**Listed entries:**
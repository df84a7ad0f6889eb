/**
 * The draw-profile tool's second point: the pointer ray constrained to the world axis it follows
 * best from the first point, its length rounded to the unit step or taken from a snapped end.
 */
import type { DesignDocument } from '@/domain/design/schema';
import { dot, sub, type ReadonlyVec3, type Vec3 } from '@/domain/geometry';
import { rayLineApproach, type Ray } from './rayMath';
import { snapPoint, type SnapCatalogue, type SnapKind } from './snap';
import { roundToStep } from './steps';

export interface DrawTarget {
  /** World axis index the new profile runs along. */
  axisIndex: 0 | 1 | 2;
  /** Unit direction from the first point (±axis). */
  direction: Vec3;
  /** mm, ≥ 0. */
  length: number;
  end: Vec3;
  /** What fixed the length: another profile's end, a face, or the unit step. */
  kind: SnapKind | 'step';
}

const AXES: readonly Vec3[] = [
  [1, 0, 0],
  [0, 1, 0],
  [0, 0, 1],
];

export function drawTarget(
  start: ReadonlyVec3,
  ray: Ray,
  design: DesignDocument,
  catalogue: SnapCatalogue,
  opts: { step: number; tolerance: number; grid: number },
): DrawTarget {
  // The axis whose line through the first point passes closest to the pointer.
  let axisIndex: 0 | 1 | 2 = 0;
  let best = Infinity;
  let along = 0;
  for (const i of [0, 1, 2] as const) {
    const approach = rayLineApproach(ray, start, AXES[i]);
    if (approach.distance < best) {
      best = approach.distance;
      axisIndex = i;
      along = approach.along;
    }
  }
  const axis = AXES[axisIndex];
  let kind: DrawTarget['kind'] = 'step';
  let signedLength = roundToStep(along, opts.step);

  // A nearby end point, or a face of a profile crossing this axis, fixes the length exactly,
  // but only when it lies on the drawing line (a target off to the side would pull the end away).
  const snapped = snapPoint(ray, design, catalogue, { grid: opts.grid, tolerance: opts.tolerance });
  if (snapped.kind !== 'grid' && snapped.profileId) {
    const crossing = snapped.kind === 'end' || !isParallelTo(design, snapped.profileId, axis);
    const projected = dot(sub(snapped.point, start), axis);
    const offLine = sub(sub(snapped.point, start), [axis[0] * projected, axis[1] * projected, axis[2] * projected]);
    const onLine = Math.hypot(offLine[0], offLine[1], offLine[2]) <= opts.tolerance;
    if (crossing && onLine && Math.abs(projected) > 1e-6) {
      signedLength = projected;
      kind = snapped.kind;
    }
  }

  const sign = signedLength < 0 ? -1 : 1;
  const direction: Vec3 = [axis[0] * sign + 0, axis[1] * sign + 0, axis[2] * sign + 0];
  const length = Math.abs(signedLength);
  const end: Vec3 = [start[0] + direction[0] * length, start[1] + direction[1] * length, start[2] + direction[2] * length];
  return { axisIndex, direction, length, end, kind };
}

function isParallelTo(design: DesignDocument, profileId: string, axis: ReadonlyVec3): boolean {
  const profile = design.profiles.find((p) => p.id === profileId);
  return !!profile && Math.abs(Math.abs(dot(profile.direction, axis)) - 1) < 1e-6;
}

**What needs to be done:** Find the number of lines in the data above that contain "import". Please give that number alone.

**Final answer:** 5